Supporting Community Health Centers Nationwide
In September 2017, CVS Health announced an enterprise-wide, multi-pronged approach to help find solutions to the national opioid abuse epidemic. Those efforts included the nationwide expansion of our drug disposal collection program, an increase in the availability of naloxone without a prescription and the enhancement of our pain medication utilization management program to ensure prescription opioids are used properly.
Also included was a $2-million commitment by the CVS Health Foundation, to the National Association of Community Health Centers (NACHC), to increase access to medication-assisted treatment and other recovery services at community health centers around the country.
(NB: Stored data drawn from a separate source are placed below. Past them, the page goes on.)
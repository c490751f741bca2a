"""Each wall its own finish: the engine against a Monte Carlo photon tracer with a finish per surface."""

import numpy as np
import pytest
from numpy.testing import assert_allclose

from app.engine.budget import photon_budget
from app.engine.compute import clear_caches, compute_scene
from app.engine.distributions import lambertian
from app.engine.scene import Emitter, Enclosure, Grid
from tests.engine.reference_tracer import sample_cos_power, sample_emitter, trace_room
from tests.engine.test_reflections import binned

W_TENT = 1.2192
TENT = (
    Emitter("a", 0.3148, 0.6096, 1.05, 420.0, lambertian(), "bar_array", 0.6, 0.55, 4, 0.03, rotation_deg=90),
    Emitter("b", 0.9044, 0.6096, 1.05, 420.0, lambertian(), "bar_array", 0.6, 0.55, 4, 0.03, rotation_deg=90),
)


def _surfaces(**kinds):
    return tuple((s, *kinds[s]) for s in ("left", "right", "front", "back", "ceiling"))


def test_one_finish_and_the_same_finish_per_surface_agree():
    # A 0.1 room (one finish, an open side) and the same room written surface by surface give the same map.
    g = Grid("t", 0, 0, W_TENT, W_TENT, 0.6, 0.0254)
    legacy = Enclosure(W_TENT, W_TENT, 2.0, "specular", 0.95, frozenset({"front"}))
    m = ("specular", 0.95)
    per = Enclosure(W_TENT, W_TENT, 2.0, surfaces=_surfaces(left=m, right=m, back=m, front=("open", 0.0), ceiling=m))
    for s in ("left", "right", "front", "back", "ceiling"):
        assert legacy.surface(s) == per.surface(s)
    clear_caches()
    a = compute_scene(TENT, (g,), legacy)[0].ppfd
    clear_caches()
    b = compute_scene(TENT, (g,), per)[0].ppfd
    assert_allclose(a, b, rtol=1e-6)


def _mc(fixtures, size, surfaces, canopy, n, seed):
    rng = np.random.default_rng(seed)
    tally = 0.0
    for f in fixtures:
        o = sample_emitter(
            rng, n, f.x_m, f.y_m, f.z_m, f.shape, f.length_m, f.width_m, f.bar_count, f.bar_width_m, f.rotation_deg
        )
        d = sample_cos_power(rng, n, f.distribution.exponent)
        t, _ = trace_room(rng, o, d, f.flux_umol_s / n, size, surfaces, [canopy])
        tally = tally + t[0]
    return tally


@pytest.mark.slow
@pytest.mark.parametrize(
    "open_side, rho_left",
    [("front", 0.95), ("right", 0.95), ("front", 0.6)],
    ids=["flap-front", "flap-right", "dull-left"],
)
def test_tent_with_one_open_flap_matches_monte_carlo(open_side, rho_left):
    # A reflective tent with one flap open (and, in one case, a duller left wall): photons traced with
    # real mirror bounces and escape through the opening (tests/engine/reference_tracer.py).
    kinds = {s: ("specular", 0.95) for s in ("left", "right", "front", "back", "ceiling")}
    kinds["left"] = ("specular", rho_left)
    kinds[open_side] = ("open", 0.0)
    enc = Enclosure(W_TENT, W_TENT, 2.0, surfaces=_surfaces(**kinds))
    g = Grid("t", 0, 0, W_TENT, W_TENT, 0.6, 0.0254)
    clear_caches()
    zl = compute_scene(TENT, (g,), enc)[0]
    ref_kinds = {s: ("open", 0.0) if k == "open" else ("mirror", r) for s, (k, r) in kinds.items()}
    nb = 8
    ref = _mc(TENT, (W_TENT, W_TENT, 2.0), ref_kinds, (0, 0, W_TENT, W_TENT, 0.6, nb, nb), 600_000, 21)
    ours = binned(zl.ppfd, g, nb, nb)
    assert_allclose(ours.sum(), ref.sum(), rtol=0.01)
    rms = np.sqrt(np.mean((ours - ref) ** 2)) / ref.mean()
    assert rms < 0.02, f"RMS {rms:.2%}"
    # The open side really loses light: the row of bins along it is darker than the opposite row.
    edge = {"front": ours[0], "right": ours[:, -1]}[open_side]
    far_edge = {"front": ours[-1], "right": ours[:, 0]}[open_side]
    assert edge.sum() < far_edge.sum()


def test_budget_accounts_for_every_photon_with_mixed_surfaces():
    # Conservation: zones + floor + obstacles + walls + escaped = emitted, with mirror, matt, dark and open surfaces.
    enc = Enclosure(
        3.0,
        3.6,
        2.4,
        surfaces=_surfaces(
            left=("specular", 0.9),
            right=("diffuse", 0.8),
            front=("open", 0.0),
            back=("absorbing", 0.0),
            ceiling=("diffuse", 0.8),
        ),
    )
    fixtures = (Emitter("p", 1.5, 1.8, 1.6, 500.0, lambertian(), "panel", 0.6, 0.6),)
    g = Grid("bench", 0.4, 0.4, 2.2, 2.8, 0.9, 0.05)
    b = photon_budget(fixtures, (g,), enc)
    assert_allclose(b.accounted_umol_s, b.emitted_umol_s, rtol=1e-9)
    assert b.escaped_umol_s > 0 and b.walls_absorbed_umol_s > 0


@pytest.mark.parametrize("rho", [0.3, 0.7])
def test_closed_matt_box_interreflection_sum(rho):
    # Every surface of a closed box (floor included) matt with one reflectance ρ: each photon lands on some
    # surface, a share ρ goes on, so the flux arriving on all surfaces together is Φ(1 + ρ + ρ² + …) = Φ/(1 − ρ)
    # whatever the geometry (a geometric series over bounces; textbook, from memory).
    from app.engine.radiosity import patch_irradiance, radiosity_operator, wall_patches

    kinds = {s: ("diffuse", rho) for s in ("left", "right", "front", "back", "ceiling", "floor")}
    enc = Enclosure(2.0, 3.0, 2.4, surfaces=tuple((s, *k) for s, k in kinds.items()))
    e = Emitter("p", 0.7, 1.9, 1.8, 1000.0, lambertian(), "panel", 0.6, 0.6)
    p = wall_patches(enc)
    first = patch_irradiance(e, enc)
    assert_allclose((first * p.areas).sum(), 1000.0, rtol=0.01)  # every photon first lands somewhere
    b = radiosity_operator(enc) @ first
    arriving = (b / p.reflectance * p.areas).sum()
    assert_allclose(arriving, 1000.0 / (1 - rho), rtol=0.015)


@pytest.mark.slow
def test_white_room_with_an_open_door_matches_monte_carlo():
    # Three painted walls, a painted ceiling and an open front (a doorway as wide as the wall): the
    # canopy map against photons traced with Lambertian bounces (tests/engine/reference_tracer.py).
    # Targets: zone mean 3 %, reflected part 5 %, 10 cm edge and corner cells 8 %.
    W, L, H = 3.0, 3.6, 2.4
    fixtures = tuple(
        Emitter(f"p{k}", x, y, 1.6, 560.0, lambertian(), "panel", 0.6, 0.6)
        for k, (x, y) in enumerate([(0.9, 1.2), (2.1, 1.2), (0.9, 2.4), (2.1, 2.4)])
    )
    paint = ("diffuse", 0.8)
    enc = Enclosure(
        W, L, H, surfaces=_surfaces(left=paint, right=paint, back=paint, front=("open", 0.0), ceiling=paint)
    )
    g = Grid("floor", 0.0, 0.0, W, L, 0.9, 0.025)
    clear_caches()
    zl = compute_scene(fixtures, (g,), enc)[0]
    ref_kinds = dict(
        left=("matt", 0.8), right=("matt", 0.8), back=("matt", 0.8), front=("open", 0), ceiling=("matt", 0.8)
    )
    # 10 cm cells.
    nx, ny = 30, 36
    ref = _mc(fixtures, (W, L, H), ref_kinds, (0, 0, W, L, 0.9, nx, ny), 1_500_000, 13)
    ours = binned(zl.ppfd, g, nx, ny)
    direct = binned(zl.direct, g, nx, ny)
    assert abs(ours.sum() / ref.sum() - 1) < 0.03
    assert abs((ours - direct).sum() / (ref - direct).sum() - 1) < 0.05
    # Each 10 cm edge cell holds a few thousand photons (about 2 % noise): cells along the walls are
    # compared in threes (30 cm of wall, all at the wall) and the four corner cells one by one.
    ours_ring = [ours[0], ours[-1], ours[:, 0], ours[:, -1]]
    ref_ring = [ref[0], ref[-1], ref[:, 0], ref[:, -1]]
    for o, r in zip(ours_ring, ref_ring, strict=True):
        k = len(o) // 3 * 3
        o3, r3 = o[:k].reshape(-1, 3).sum(axis=1), r[:k].reshape(-1, 3).sum(axis=1)
        assert np.max(np.abs(o3 / r3 - 1)) < 0.08
    corners = [(0, 0), (0, -1), (-1, 0), (-1, -1)]
    assert max(abs(ours[c] / ref[c] - 1) for c in corners) < 0.08


@pytest.mark.slow
def test_matt_wall_light_is_shadowed_under_a_shelf():
    # A white room with a shelf board over one corner of the canopy: the light under it (direct shade and
    # wall light hidden by the board) against Monte Carlo photons that the board stops.
    W, L, H = 3.0, 3.6, 2.4
    fixtures = tuple(
        Emitter(f"p{k}", x, y, 1.8, 560.0, lambertian(), "panel", 0.6, 0.6)
        for k, (x, y) in enumerate([(0.9, 1.2), (2.1, 1.2), (0.9, 2.4), (2.1, 2.4)])
    )
    paint = ("diffuse", 0.8)
    enc = Enclosure(W, L, H, surfaces=_surfaces(left=paint, right=paint, back=paint, front=paint, ceiling=paint))
    shelf = (0.0, 0.0, 1.3, 1.2, 1.5, 1.33)
    g = Grid("floor", 0.0, 0.0, W, L, 0.9, 0.05)
    clear_caches()
    from app.engine.scene import Box

    zl = compute_scene(fixtures, (g,), enc, (Box(*shelf),))[0]
    nx, ny = 10, 12  # 30 cm cells: the shelf covers the 4 × 5 in the front-left corner
    ref_kinds = {s: ("matt", 0.8) for s in ("left", "right", "front", "back", "ceiling")}
    rng = np.random.default_rng(17)
    ref = 0.0
    for f in fixtures:
        n = 800_000
        o = sample_emitter(rng, n, f.x_m, f.y_m, f.z_m, f.shape, f.length_m, f.width_m)
        d = sample_cos_power(rng, n, 1.0)
        t, _ = trace_room(rng, o, d, f.flux_umol_s / n, (W, L, H), ref_kinds, [(0, 0, W, L, 0.9, nx, ny)], (shelf,))
        ref = ref + t[0]
    ours = binned(zl.ppfd, g, nx, ny)
    under = (slice(0, 5), slice(0, 4))
    assert ref[under].mean() < 0.6 * ref[6:, 5:].mean()  # the shelf really shades
    assert abs(ours[under].sum() / ref[under].sum() - 1) < 0.05
    assert abs(ours.sum() / ref.sum() - 1) < 0.03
To-date, we have funded more than 20 community health centers through this program.
Among the recipients of that grant support were:
Total Health Care in Baltimore, a community health center dedicated to supporting opioid addiction recovery was awarded $85,000 to develop and implement a trauma informed care model which will increase participation in its substance abuse treatment program.
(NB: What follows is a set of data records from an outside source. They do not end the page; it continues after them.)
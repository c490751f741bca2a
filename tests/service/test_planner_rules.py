"""The planner against a brute-force baseline, and the rules an installer needs: gaps, circuits at 100 %,
distinct proposals, names, revision-safe apply, stacked racks."""

import math
import threading
from dataclasses import replace

import numpy as np
import pytest

from app.engine.compute import compute_scene
from app.engine.metrics import ppfd_for_dli
from app.room.library import fixture_library
from app.room.models import WALL_FINISHES
from app.room.roomfile import parse_room_file, to_json_bytes
from app.service.analysis import analyse
from app.service.planner import PlanOptions, apply_layouts, plan
from app.service.planner.apply import CircuitsFull
from app.service.planner.light import PlanningLight
from app.service.planner.search import arrangements, heights_for
from app.service.scene_builder import build_scene
from tests.conftest import sample_doc

TENT_TYPES = ("bararray-6x1.0", "spot-90")


def white_tent(width_m=1.5, length_m=3.0) -> dict:
    """A 1.5 × 3 m tent with matt white walls (reflectance 0.90, Lighting Research Center), peppers in flower."""
    doc = sample_doc("hobby-tent-peppers")
    r = doc["room"]
    r.update(width_m=width_m, length_m=length_m, wall_finish=WALL_FINISHES["white_paint"].model_dump(),
             fixtures=[], grid_spacing_m=0.05)
    r["zones"][0].update(width_m=width_m, length_m=length_m)
    r["circuits"] = [{"name": "A", "breaker_a": 20}, {"name": "B", "breaker_a": 20}]
    return doc


def baseline_power_w(rf, type_id: str) -> float:
    """Brute force: every uniform grid of the type (centres at the cell centres of an n × m split of the zone,
    10 cm gaps between fixtures and to the walls), hung every 5 cm, each computed with the full model on the
    room's own grid, dimmed in whole per cent to the least that meets the target. Written independently of
    the planner's search (no edge weighting, no stagger, no estimates)."""
    room = rf.room
    zone = room.zones[0]
    t = fixture_library()[type_id]
    stage_ppfd = ppfd_for_dli(20.0, 14.0), ppfd_for_dli(30.0, 14.0)  # peppers in flower, 20-30 mol (crops.json)
    best = math.inf
    for rot in (0.0, 90.0):
        hx = 0.5 * (t.geometry.length_m if rot == 0 else t.geometry.width_m)
        hy = 0.5 * (t.geometry.width_m if rot == 0 else t.geometry.length_m)
        for n in range(1, 4):
            for m in range(1, 7):
                xs = [zone.width_m * (i + 0.5) / n for i in range(n)]
                ys = [zone.length_m * (j + 0.5) / m for j in range(m)]
                if xs[0] - hx < 0.1 - 1e-6 or (n > 1 and xs[1] - xs[0] < 2 * hx + 0.1 - 1e-6):
                    continue
                if ys[0] - hy < 0.1 - 1e-6 or (m > 1 and ys[1] - ys[0] < 2 * hy + 0.1 - 1e-6):
                    continue
                fixtures = [
                    {"id": f"B{k}", "type_id": type_id, "x_m": x, "y_m": y, "hanging_height_m": 1.0,
                     "rotation_deg": rot, "dimming_pct": 100}
                    for k, (x, y) in enumerate((x, y) for y in ys for x in xs)
                ]
                for h in np.arange(zone.canopy_height_m + 0.15, room.height_m - 0.3, 0.05):
                    for f in fixtures:
                        f["hanging_height_m"] = float(h)
                    candidate = room.model_copy(update={"fixtures": [], "fixture_types": [t]})
                    from app.room.models import Fixture

                    candidate = candidate.model_copy(update={"fixtures": [Fixture(**f) for f in fixtures]})
                    scene = build_scene(candidate)
                    zl = compute_scene(scene.emitters, scene.grids, scene.enclosure, scene.boxes)[0]
                    p, a = zl.ppfd.astype(float).ravel(), zl.grid.cell_area_m2.ravel()
                    for d in range(10, 101):
                        q = p * d / 100
                        dark = a[q < stage_ppfd[0]].sum() / a.sum()
                        avg = (q * a).sum() / a.sum()
                        if dark <= 0.10 and avg <= stage_ppfd[1] and q.max() <= 1200:
                            best = min(best, len(fixtures) * t.power_w * d / 100)
                            break
    return best


@pytest.mark.parametrize("type_id", ["bararray-4x0.6"])
def test_white_room_gets_proposals_within_5_percent_of_the_uniform_grid_baseline(type_id):
    rf = parse_room_file(to_json_bytes(white_tent()))
    result = plan(rf, PlanOptions(type_ids=(type_id,)))
    assert result["proposals"], result["not_offered"]
    ours = result["proposals"][0]["figures"]["energy"]["power_w"]
    base = baseline_power_w(rf, type_id)
    assert base < math.inf
    assert ours <= 1.05 * base, (ours, base)


def test_planning_estimate_of_the_walls_light_is_close_to_the_full_model():
    """The cheap estimate (direct light + wall light scaled from one reference) against the full model."""
    rf = parse_room_file(to_json_bytes(white_tent()))
    room, zone = rf.room, rf.room.zones[0]
    opts = PlanOptions(type_ids=("bararray-4x0.6",))
    heights = heights_for(room, zone, opts)
    light = PlanningLight(room, zone, heights)
    t = fixture_library()["bararray-4x0.6"]
    errors = []
    for t_, rot, *_, pos in arrangements(room, zone, [t], opts)[::3]:
        for h in heights:
            est, full = light.estimate(t_, rot, h, pos), light.full(t_, rot, h, pos)
            errors.append(abs(est.mean() - full.mean()) / full.mean())
    assert len(errors) >= 6
    # Measured: median 0.5 %, worst 13 % (a layout crowded against one wall); the full model ranks the leaders.
    assert max(errors) < 0.15 and np.median(errors) < 0.02, errors
    # Leaving the walls out would be far off: that is what the estimate is for.
    direct = light.direct(t, 0.0, heights[-1], [(0.75, 1.5)])
    assert light.full(t, 0.0, heights[-1], [(0.75, 1.5)]).mean() > 1.2 * direct.mean()


def footprints(rf):
    types = {t.id: t for t in rf.room.fixture_types}
    out = []
    for f in rf.room.fixtures:
        g = types[f.type_id].geometry
        a, b = (g.length_m, g.width_m) if f.rotation_deg % 180 == 0 else (g.width_m, g.length_m)
        out.append((f.x_m - a / 2, f.y_m - b / 2, f.x_m + a / 2, f.y_m + b / 2))
    return out


@pytest.mark.parametrize("name, types", [("hobby-tent-peppers", TENT_TYPES), ("basement-two-benches", ("panel-0.6",))])
def test_proposals_hang_with_gaps_circuits_at_full_output_distinct_and_named(name, types):
    rf = parse_room_file(to_json_bytes(sample_doc(name)))
    result = plan(rf, PlanOptions(type_ids=types))
    assert len(result["proposals"]) >= 2
    seen = set()
    for p in result["proposals"]:
        cand = parse_room_file(to_json_bytes(p["room_file"]))
        room = cand.room
        boxes = footprints(cand)
        for i, (x0, y0, x1, y1) in enumerate(boxes):  # 10 cm to closed walls and between footprints
            assert x0 >= 0.1 - 1e-6 and y0 >= 0.1 - 1e-6
            assert x1 <= room.width_m - 0.1 + 1e-6 and y1 <= room.length_m - 0.1 + 1e-6
            for a0, b0, a1, b1 in boxes[i + 1 :]:
                gap = max(a0 - x1, x0 - a1, b0 - y1, y0 - b1)
                assert gap >= 0.1 - 1e-6
        # Every circuit carries its fixtures at 100 % (what the dimmer can reach) within 80 % of the breaker
        # (US NEC 210.19(A)(1)/210.20(A), continuous load), whatever the set dimming.
        types_by_id = {t.id: t for t in room.fixture_types}
        for c in room.circuits:
            watts = sum(types_by_id[f.type_id].power_w for f in room.fixtures if f.circuit == c.name)
            assert watts / room.schedule.supply_voltage_v <= 0.8 * c.breaker_a + 1e-9
        # Names like the room's own, never its ids.
        prefix = rf.room.fixtures[0].id.rstrip("0123456789")
        assert all(f.id.startswith(prefix) and f.id[len(prefix):].isdigit() for f in room.fixtures)
        assert not any(z.id in " ".join(p["layouts"]) for z in rf.room.zones)
        # Distinct in count, type or arrangement, not only height.
        arrangement = tuple(sorted((f.type_id, round(f.x_m, 2), round(f.y_m, 2), f.rotation_deg) for f in room.fixtures))
        assert arrangement not in seen
        seen.add(arrangement)
        assert meets(analyse(cand, include_grids=False, with_fixes=False))


def meets(a) -> bool:
    return a["verdict"]["meets_target"]


def test_a_circuit_that_cannot_carry_the_layout_at_full_output_is_refused():
    doc = sample_doc("basement-two-benches")
    doc["room"]["circuits"] = [{"name": "A", "breaker_a": 15}]  # 12 A continuous at 120 V: 1,440 W
    for f in doc["room"]["fixtures"]:
        f["circuit"] = "A"
    rf = parse_room_file(to_json_bytes(doc))
    result = plan(rf, PlanOptions(type_ids=("bararray-6x1.0",)))
    for p in result["proposals"]:
        watts = sum(430 for f in p["room_file"]["room"]["fixtures"])
        assert watts <= 1440
    from app.service.planner.search import zone_search

    lays = zone_search(rf, rf.room.zones[0], [fixture_library()["bararray-6x1.0"]], PlanOptions(), lambda *_: None,
                       threading.Event())
    assert lays
    # Four arrays draw 1,720 W at 100 %, though only 4 × 430 × 0.3 = 516 W at 30 %: refused all the same.
    zone = rf.room.zones[0]
    four = replace(lays[0], rows=4, cols=1, dimming=0.3,
                   positions=[(zone.x_m + zone.width_m / 2, zone.y_m + (k + 0.5) * zone.length_m / 4) for k in range(4)])
    with pytest.raises(CircuitsFull):
        apply_layouts(rf, [four])


def test_stacked_rack_plan_replaces_only_the_planned_tiers_fixtures():
    rf = parse_room_file(to_json_bytes(sample_doc("three-tier-greens-rack")))
    from app.service.planner.search import zone_search

    tier1 = rf.room.zones[0]
    lays = zone_search(rf, tier1, [fixture_library()["strip-0.6"]], PlanOptions(), lambda *_: None, threading.Event())
    assert lays
    changed = apply_layouts(rf, [lays[0]])
    ids = [f.id for f in changed.room.fixtures]
    assert {"S3", "S4", "S5", "S6"} <= set(ids) and "S1" not in ids and "S2" not in ids
    new = [f for f in changed.room.fixtures if f.id not in {"S3", "S4", "S5", "S6"}]
    assert all(tier1.canopy_height_m < f.hanging_height_m < 0.65 for f in new)  # under tier 1's shelf
    assert [f.id for f in new][:2] == ["S7", "S8"]


def test_apply_is_refused_when_the_room_changed_since_the_job_started(client):
    room_id = client.get("/api/rooms").json()[1]["id"]
    start = client.post(f"/api/rooms/{room_id}/plan", json={"type_ids": list(TENT_TYPES)}).json()
    job = start["job_id"]
    for _ in range(400):
        j = client.get(f"/api/plan-jobs/{job}").json()
        if j["done"]:
            break
        threading.Event().wait(0.05)
    assert j["revision"] == start["revision"] and j["result"]["proposals"]
    proposal = j["result"]["proposals"][0]["room_file"]
    assert proposal["revision"] == start["revision"]
    current = client.get(f"/api/rooms/{room_id}").json()
    current["room"]["name"] = "Edited meanwhile"
    assert client.put(f"/api/rooms/{room_id}", json=current).status_code == 200
    stale = client.put(f"/api/rooms/{room_id}", json=proposal)
    assert stale.status_code == 409 and stale.json()["current_revision"] == start["revision"] + 1
    assert client.get(f"/api/rooms/{room_id}").json()["room"]["name"] == "Edited meanwhile"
The Greater Lawrence Family Health Center, in Lawrence, Massachusetts, received $80,000 to develop a protocol to train their team on the screening, brief intervention and referral to treatment (SBIRT) approach to addiction. SBIRT is an evidence-based practice used to identify, reduce and prevent misuse and abuse of alcohol and drugs.
Four California community health centers received a total of $330,000 to increase access to opioid addiction treatment and recovery services.
Expanding Community-Level Support
In addition, CVS Health has awarded grants to several other non-profit organizations nationwide that are tackling this public health challenge.
These grant recipients include:
Three New Hampshire non-profit organizations received $60,000 in grants to address and prevent opioid abuse.
New Jersey-based Morris Country Prevention Is Key was given funding from CVS Health to host two peer recovery specialist training cohorts. The training provided 55 specialists the opportunity to share knowledge in one-on-one, group, emergency room and correctional facility interventions, as well as become law enforcement response assistants throughout the state.
In Ohio, two clinics – Neighborhood Family Practice in Cleveland and Rocking Horse Children’s Health Center in Springfield – received a total of $100,000 for programs supporting patients and families struggling with substance abuse.
Two Arizona non-profit organizations, ICAN and El Rio Health, received a total of $115,000 from CVS Health to support their prevention and medication education programs.
And in CVS Health’s home community of Rhode Island, where the company’s corporate headquarters are located, opioid-related grants have been awarded to the United Way, Community Care Alliance, the Rhode Island Disaster Medical Assistance Team, RI PBS, and Bradley Hospital.
CVS Health is committed to helping put an end to the national opioid abuse epidemic, in part by connecting those who are struggling with addiction with the resources they need to regain good health. In supporting community partners through grants like these, CVS Health is working to expand access to the community-level prevention, treatment and recovery programs that serve as the frontline in this crisis.